STUDY MATERIAL:
****************************************

import { medianOf, robustSd, studentQuantile } from '../../kernel/stats/index.ts'

/** Values further than this from their cell's level, in robust SDs, count as that far. */
const CLIP = 4
const ROUNDS = 3
/** Blocks on the thinner side below which their spread says nothing. */
const MIN_BLOCKS = 4

export interface StepQuestion {
  /** One value each interval; NaN = missing. Length n. */
  readonly value: Float64Array
  /** Cell of like conditions (sector, wind speed), 0 ... cells - 1; -1: not compared. Length n. */
  readonly cell: Int32Array
  readonly cells: number
  /** -1 before, 1 after, 0 neither. Length n. */
  readonly side: Int8Array
  /** Lengths of the blocks that are taken as independent, in intervals. */
  readonly blocks: readonly number[]
}

export interface Step {
  /** After less before, cells with rows on both sides weighted by what they tell; NaN where none has. */
  readonly step: number
  /** At 95 %, from the spread of blocks, t quantile; the widest block length counts. NaN with too few blocks. */
  readonly halfWidth: number
  readonly rowsBefore: number
  readonly rowsAfter: number
  /** Share of the rows after whose cell was seen before. */
  readonly seenShare: number
}

/**
 * By how much a series steps from before to after among rows in like conditions: the coefficient of "after" beside a
 * level for each cell, with far values drawn in.
 */
export function stepWithinCells(question: StepQuestion): Step {
  const { cell, cells, side } = question
  const n = cell.length
  const rows: number[] = []
  let allAfter = 0
  const count = new Float64Array(2 * cells)
  for (let t = 0; t < n; t++) {
    if (side[t] === 0 || cell[t]! < 0 || Number.isNaN(question.value[t]!)) continue
    count[2 * cell[t]! + (side[t]! > 0 ? 1 : 0)]!++
    if (side[t]! > 0) allAfter++
    rows.push(t)
  }
  const weight = new Float64Array(cells)
  let total = 0
  for (let c = 0; c < cells; c++) {
    const before = count[2 * c]!
    const after = count[2 * c + 1]!
    weight[c] = before > 0 && after > 0 ? (before * after) / (before + after) : 0
    total += weight[c]!
  }
  const compared = rows.filter((t) => weight[cell[t]!]! > 0)
  const rowsAfter = compared.reduce((sum, t) => sum + (side[t]! > 0 ? 1 : 0), 0)
  const counts = {
    rowsBefore: compared.length - rowsAfter,
    rowsAfter,
    seenShare: allAfter > 0 ? rowsAfter / allAfter : 0,
  }
  if (!(total > 0)) return { step: NaN, halfWidth: NaN, ...counts }

  const value = drawnIn(compared, question)
  const residual = new Float64Array(compared.length)
  let step = 0
  for (let round = 0; round < ROUNDS; round++) {
    const sum = new Float64Array(2 * cells)
    compared.forEach((t, k) => (sum[2 * cell[t]! + (side[t]! > 0 ? 1 : 0)]! += value[k]!))
    step = 0
    for (let c = 0; c < cells; c++) {
      if (weight[c]! > 0) {
        step += (weight[c]! / total) * (sum[2 * c + 1]! / count[2 * c + 1]! - sum[2 * c]! / count[2 * c]!)
      }
    }
    const levelOf = (t: number): number => {
      const c = cell[t]!
      const both = count[2 * c]! + count[2 * c + 1]!
      const level = (sum[2 * c]! + sum[2 * c + 1]! - step * count[2 * c + 1]!) / both
      return level + (side[t]! > 0 ? step : 0)
    }
    compared.forEach((t, k) => (residual[k] = question.value[t]! - levelOf(t)))
    const reach = CLIP * robustSd(residual)
    if (!(reach > 0)) break
    compared.forEach((t, k) => {
      const drawn = Math.max(-reach, Math.min(reach, residual[k]!))
      value[k] = question.value[t]! - residual[k]! + drawn
      residual[k] = drawn
    })
  }

  let halfWidth = NaN
  for (const length of question.blocks) {
    const sums = new Map<number, number>()
    const of = { before: new Set<number>(), after: new Set<number>() }
    compared.forEach((t, k) => {
      const c = cell[t]!
      const isAfter = side[t]! > 0
      const share = weight[c]! / total / count[2 * c + (isAfter ? 1 : 0)]!
      const block = 2 * Math.floor(t / length) + (isAfter ? 1 : 0)
      of[isAfter ? 'after' : 'before'].add(block)
      sums.set(block, (sums.get(block) ?? 0) + (isAfter ? share : -share) * residual[k]!)
    })
    const fewest = Math.min(of.before.size, of.after.size)
    if (fewest < MIN_BLOCKS) continue
    let squares = 0
    for (const sum of sums.values()) squares += sum * sum
    const half = studentQuantile(0.975, fewest - 1) * Math.sqrt((squares * fewest) / (fewest - 1))
    if (!(halfWidth >= half)) halfWidth = half
  }
  return { step, halfWidth, ...counts }
}

/** Values drawn in towards the median of their cell: means of values as they are would follow a single far one. */
function drawnIn(rows: readonly number[], { value, cell, cells }: StepQuestion): Float64Array {
  const byCell = Array.from({ length: cells }, (): number[] => [])
  for (const t of rows) byCell[cell[t]!]!.push(value[t]!)
  const centre = byCell.map((values) => medianOf(values))
  const off = Float64Array.from(rows, (t) => value[t]! - centre[cell[t]!]!)
  const reach = CLIP * robustSd(off)
  return Float64Array.from(rows, (t, k) =>
    reach > 0 ? centre[cell[t]!]! + Math.max(-reach, Math.min(reach, off[k]!)) : value[t]!,
  )
}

****************************************

TRY IT:
The answer is every entry, copied word for word.

SOLUTION FOR THIS PROBLEM:
import { medianOf, robustSd, studentQuantile } from '../../kernel/stats/index.ts'

/** Values further than this from their cell's level, in robust SDs, count as that far. */
const CLIP = 4
const ROUNDS = 3
/** Blocks on the thinner side below which their spread says nothing. */
const MIN_BLOCKS = 4

export interface StepQuestion {
  /** One value each interval; NaN = missing. Length n. */
  readonly value: Float64Array
  /** Cell of like conditions (sector, wind speed), 0 ... cells - 1; -1: not compared. Length n. */
  readonly cell: Int32Array
  readonly cells: number
  /** -1 before, 1 after, 0 neither. Length n. */
  readonly side: Int8Array
  /** Lengths of the blocks that are taken as independent, in intervals. */
  readonly blocks: readonly number[]
}

export interface Step {
  /** After less before, cells with rows on both sides weighted by what they tell; NaN where none has. */
  readonly step: number
  /** At 95 %, from the spread of blocks, t quantile; the widest block length counts. NaN with too few blocks. */
  readonly halfWidth: number
  readonly rowsBefore: number
  readonly rowsAfter: number
  /** Share of the rows after whose cell was seen before. */
  readonly seenShare: number
}

/**
 * By how much a series steps from before to after among rows in like conditions: the coefficient of "after" beside a
 * level for each cell, with far values drawn in.
 */
export function stepWithinCells(question: StepQuestion): Step {
  const { cell, cells, side } = question
  const n = cell.length
  const rows: number[] = []
  let allAfter = 0
  const count = new Float64Array(2 * cells)
  for (let t = 0; t < n; t++) {
    if (side[t] === 0 || cell[t]! < 0 || Number.isNaN(question.value[t]!)) continue
    count[2 * cell[t]! + (side[t]! > 0 ? 1 : 0)]!++
    if (side[t]! > 0) allAfter++
    rows.push(t)
  }
  const weight = new Float64Array(cells)
  let total = 0
  for (let c = 0; c < cells; c++) {
    const before = count[2 * c]!
    const after = count[2 * c + 1]!
    weight[c] = before > 0 && after > 0 ? (before * after) / (before + after) : 0
    total += weight[c]!
  }
  const compared = rows.filter((t) => weight[cell[t]!]! > 0)
  const rowsAfter = compared.reduce((sum, t) => sum + (side[t]! > 0 ? 1 : 0), 0)
  const counts = {
    rowsBefore: compared.length - rowsAfter,
    rowsAfter,
    seenShare: allAfter > 0 ? rowsAfter / allAfter : 0,
  }
  if (!(total > 0)) return { step: NaN, halfWidth: NaN, ...counts }

  const value = drawnIn(compared, question)
  const residual = new Float64Array(compared.length)
  let step = 0
  for (let round = 0; round < ROUNDS; round++) {
    const sum = new Float64Array(2 * cells)
    compared.forEach((t, k) => (sum[2 * cell[t]! + (side[t]! > 0 ? 1 : 0)]! += value[k]!))
    step = 0
    for (let c = 0; c < cells; c++) {
      if (weight[c]! > 0) {
        step += (weight[c]! / total) * (sum[2 * c + 1]! / count[2 * c + 1]! - sum[2 * c]! / count[2 * c]!)
      }
    }
    const levelOf = (t: number): number => {
      const c = cell[t]!
      const both = count[2 * c]! + count[2 * c + 1]!
      const level = (sum[2 * c]! + sum[2 * c + 1]! - step * count[2 * c + 1]!) / both
      return level + (side[t]! > 0 ? step : 0)
    }
    compared.forEach((t, k) => (residual[k] = question.value[t]! - levelOf(t)))
    const reach = CLIP * robustSd(residual)
    if (!(reach > 0)) break
    compared.forEach((t, k) => {
      const drawn = Math.max(-reach, Math.min(reach, residual[k]!))
      value[k] = question.value[t]! - residual[k]! + drawn
      residual[k] = drawn
    })
  }

  let halfWidth = NaN
  for (const length of question.blocks) {
    const sums = new Map<number, number>()
    const of = { before: new Set<number>(), after: new Set<number>() }
    compared.forEach((t, k) => {
      const c = cell[t]!
      const isAfter = side[t]! > 0
      const share = weight[c]! / total / count[2 * c + (isAfter ? 1 : 0)]!
      const block = 2 * Math.floor(t / length) + (isAfter ? 1 : 0)
      of[isAfter ? 'after' : 'before'].add(block)
      sums.set(block, (sums.get(block) ?? 0) + (isAfter ? share : -share) * residual[k]!)
    })
    const fewest = Math.min(of.before.size, of.after.size)
    if (fewest < MIN_BLOCKS) continue
    let squares = 0
    for (const sum of sums.values()) squares += sum * sum
    const half = studentQuantile(0.975, fewest - 1) * Math.sqrt((squares * fewest) / (fewest - 1))
    if (!(halfWidth >= half)) halfWidth = half
  }
  return { step, halfWidth, ...counts }
}

/** Values drawn in towards the median of their cell: means of values as they are would follow a single far one. */
function drawnIn(rows: readonly number[], { value, cell, cells }: StepQuestion): Float64Array {
  const byCell = Array.from({ length: cells }, (): number[] => [])
  for (const t of rows) byCell[cell[t]!]!.push(value[t]!)
  const centre = byCell.map((values) => medianOf(values))
  const off = Float64Array.from(rows, (t) => value[t]! - centre[cell[t]!]!)
  const reach = CLIP * robustSd(off)
  return Float64Array.from(rows, (t, k) =>
    reach > 0 ? centre[cell[t]!]! + Math.max(-reach, Math.min(reach, off[k]!)) : value[t]!,
  )
}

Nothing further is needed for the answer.